• TASK TO CARRY OUT: A single number is the whole answer: how many lines in this listing contain "react".

• RECORD SET:
::::::
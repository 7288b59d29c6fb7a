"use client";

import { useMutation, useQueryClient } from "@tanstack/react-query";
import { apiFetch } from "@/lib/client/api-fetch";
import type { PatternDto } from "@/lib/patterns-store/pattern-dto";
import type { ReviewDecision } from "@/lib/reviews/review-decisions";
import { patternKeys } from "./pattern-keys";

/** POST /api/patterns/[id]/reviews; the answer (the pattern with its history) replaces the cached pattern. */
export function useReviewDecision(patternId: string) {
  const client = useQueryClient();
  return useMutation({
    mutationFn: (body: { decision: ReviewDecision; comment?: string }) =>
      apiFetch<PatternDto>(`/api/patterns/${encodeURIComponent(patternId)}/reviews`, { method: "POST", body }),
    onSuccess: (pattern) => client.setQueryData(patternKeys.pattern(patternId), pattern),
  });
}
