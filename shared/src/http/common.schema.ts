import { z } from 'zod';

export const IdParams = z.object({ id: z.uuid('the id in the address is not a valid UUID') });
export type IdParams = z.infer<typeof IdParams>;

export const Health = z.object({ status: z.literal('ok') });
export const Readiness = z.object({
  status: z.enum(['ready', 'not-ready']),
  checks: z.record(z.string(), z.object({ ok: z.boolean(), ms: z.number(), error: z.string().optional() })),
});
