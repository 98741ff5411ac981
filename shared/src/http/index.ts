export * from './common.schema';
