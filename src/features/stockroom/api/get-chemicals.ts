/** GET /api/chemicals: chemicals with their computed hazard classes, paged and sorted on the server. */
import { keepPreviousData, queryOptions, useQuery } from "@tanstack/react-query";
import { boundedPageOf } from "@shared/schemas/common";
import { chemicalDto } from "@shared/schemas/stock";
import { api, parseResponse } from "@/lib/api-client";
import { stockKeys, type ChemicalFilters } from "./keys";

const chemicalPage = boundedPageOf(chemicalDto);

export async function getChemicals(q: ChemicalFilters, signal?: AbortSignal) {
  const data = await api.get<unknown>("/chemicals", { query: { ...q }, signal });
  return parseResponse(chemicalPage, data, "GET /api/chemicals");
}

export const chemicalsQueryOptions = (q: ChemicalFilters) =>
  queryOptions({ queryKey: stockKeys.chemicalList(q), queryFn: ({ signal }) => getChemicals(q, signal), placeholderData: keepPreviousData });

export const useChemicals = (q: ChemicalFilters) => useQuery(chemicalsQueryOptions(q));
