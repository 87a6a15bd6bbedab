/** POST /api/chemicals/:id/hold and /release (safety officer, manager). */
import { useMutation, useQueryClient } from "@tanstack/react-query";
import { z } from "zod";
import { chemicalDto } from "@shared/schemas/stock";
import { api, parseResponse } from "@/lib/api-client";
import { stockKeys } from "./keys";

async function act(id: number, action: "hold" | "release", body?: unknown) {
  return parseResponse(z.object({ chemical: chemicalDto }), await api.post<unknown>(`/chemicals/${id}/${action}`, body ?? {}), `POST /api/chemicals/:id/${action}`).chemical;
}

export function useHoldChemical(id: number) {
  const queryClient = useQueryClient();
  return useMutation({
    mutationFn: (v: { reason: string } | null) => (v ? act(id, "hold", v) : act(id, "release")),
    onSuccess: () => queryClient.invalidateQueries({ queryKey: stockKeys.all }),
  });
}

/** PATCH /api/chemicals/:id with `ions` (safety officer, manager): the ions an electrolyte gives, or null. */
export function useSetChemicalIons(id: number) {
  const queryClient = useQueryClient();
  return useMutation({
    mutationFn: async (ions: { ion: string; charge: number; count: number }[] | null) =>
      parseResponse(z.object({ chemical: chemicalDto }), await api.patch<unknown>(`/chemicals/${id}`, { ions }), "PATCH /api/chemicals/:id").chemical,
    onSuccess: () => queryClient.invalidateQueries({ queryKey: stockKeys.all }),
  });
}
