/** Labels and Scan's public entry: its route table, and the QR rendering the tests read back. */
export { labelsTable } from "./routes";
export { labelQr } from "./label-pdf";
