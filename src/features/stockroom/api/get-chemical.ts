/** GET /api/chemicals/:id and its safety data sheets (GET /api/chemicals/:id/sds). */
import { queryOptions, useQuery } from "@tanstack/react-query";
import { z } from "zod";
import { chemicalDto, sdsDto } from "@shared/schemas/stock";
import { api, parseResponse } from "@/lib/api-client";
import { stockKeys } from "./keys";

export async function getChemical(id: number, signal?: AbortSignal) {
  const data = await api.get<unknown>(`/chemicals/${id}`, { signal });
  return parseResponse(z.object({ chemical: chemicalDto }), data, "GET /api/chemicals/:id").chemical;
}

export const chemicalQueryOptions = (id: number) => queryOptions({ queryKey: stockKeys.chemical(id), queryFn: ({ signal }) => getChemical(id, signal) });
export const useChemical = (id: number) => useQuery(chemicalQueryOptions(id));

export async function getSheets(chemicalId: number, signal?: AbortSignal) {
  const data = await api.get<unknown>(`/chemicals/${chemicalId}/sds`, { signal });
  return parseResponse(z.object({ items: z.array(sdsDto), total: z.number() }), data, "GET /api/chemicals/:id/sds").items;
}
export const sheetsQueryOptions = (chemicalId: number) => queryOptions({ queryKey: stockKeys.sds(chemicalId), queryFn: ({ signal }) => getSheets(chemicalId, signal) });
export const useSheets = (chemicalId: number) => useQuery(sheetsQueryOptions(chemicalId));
::::::
• EXERCISE SOLUTION: 4